* _WHAT IS BEING ASKED_: In the entries below, find every line with the string "read" and copy it.

═══ SUPPLIED RECORDS

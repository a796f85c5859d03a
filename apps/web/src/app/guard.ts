import type { Endpoint } from '@hidewright/contract';
import type { MiddlewareFunction } from 'react-router-dom';
import { redirect } from 'react-router-dom';
import { sessionQuery } from '../features/session/session.queries.ts';
import { queryClient } from '../lib/query-client.ts';
import { roomAt } from './rooms.ts';

/** Before anything is read: is somebody signed in? */
export const guardSession: MiddlewareFunction = async ({ request }) => {
  const session = await queryClient.ensureQueryData(sessionQuery());
  if (session.firstRun) throw redirect('/open-shop');
  if (session.person) return;
  const { pathname, search } = new URL(request.url);
  const wanted = pathname === '/' ? '' : `?to=${encodeURIComponent(pathname + search)}`;
  throw redirect(`/sign-in${wanted}`);
};

/** Does this room open for them? The API asks the same again. */
export const guardRoom: MiddlewareFunction = async ({ request }) => {
  const { person } = await queryClient.ensureQueryData(sessionQuery());
  const room = roomAt(new URL(request.url).pathname);
  if (!person || !room || room.roles.includes(person.role)) return;
  throw redirect(`/closed${room.path}`);
};

/**
 * A page opens only to those who may ask what it shows, a form only to those who may save it: whoever else comes by its
 * address is told so.
 */
export const opensFor =
  ({ access, method }: Endpoint): MiddlewareFunction =>
  async () => {
    const { person } = await queryClient.ensureQueryData(sessionQuery());
    if (typeof access === 'string' || (person && access.includes(person.role))) return;
    const who = `Only the ${access.join(' or the ')} can`;
    const sentence =
      method === 'GET' ? `${who} see this.` : `${who} write this. You can read what is there.`;
    throw new Response(sentence, { status: 403 });
  };

/** Where to go after signing in: only ever a place within this program. */
export function placeAfterSignIn(search: URLSearchParams): string {
  const wanted = search.get('to') ?? '';
  return /^\/(?![/\\])/.test(wanted) ? wanted : '/today';
}
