import { useSuspenseQuery } from '@tanstack/react-query';
import { Navigate, Outlet, ScrollRestoration, useLocation } from 'react-router-dom';
import { sessionQuery } from '../features/session/session.queries.ts';
import { WorkshopProvider } from '../lib/workshop.tsx';
import { BottomBar } from './bottom-bar.tsx';
import { DemoBanner } from './demo-banner.tsx';
import { Header } from './header.tsx';
import { MovingStitch } from './moving-stitch.tsx';
import { Rail } from './rail.tsx';
import { useFocusAfterMove } from './use-focus-after-move.ts';

/** What stays while the rooms change: the rail, the header, the way to search, and who is signed in. */
export function Shell() {
  const { data: session } = useSuspenseQuery(sessionQuery());
  const { pathname, search } = useLocation();
  useFocusAfterMove();
  const { person, workshop } = session;
  if (session.firstRun) return <Navigate to="/open-shop" replace />;
  if (!person || !workshop) {
    return <Navigate to={`/sign-in?to=${encodeURIComponent(pathname + search)}`} replace />;
  }
  return (
    <WorkshopProvider workshop={workshop}>
      <a
        href="#main"
        className="sr-only z-70 rounded bg-verdigris px-4 py-2 font-semibold text-card focus:not-sr-only focus:fixed focus:top-2 focus:left-2"
      >
        Skip to the content
      </a>
      <MovingStitch />
      <div className="flex min-h-dvh">
        <Rail role={person.role} />
        <div className="flex min-w-0 grow flex-col">
          {session.mode === 'demo' && <DemoBanner mailboxUrl={session.mailboxUrl} />}
          <div className="mx-auto flex w-full max-w-[90rem] grow flex-col px-4 pb-24 md:px-7 md:pb-10">
            <Header person={person} />
            <main id="main" tabIndex={-1} className="grow outline-none">
              <Outlet />
            </main>
          </div>
        </div>
      </div>
      <BottomBar role={person.role} />
      <ScrollRestoration />
    </WorkshopProvider>
  );
}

══════

* _RESULT_:
/** Before anything is read: is somebody signed in? */
      method === 'GET' ? `${who} see this.` : `${who} write this. You can read what is there.`;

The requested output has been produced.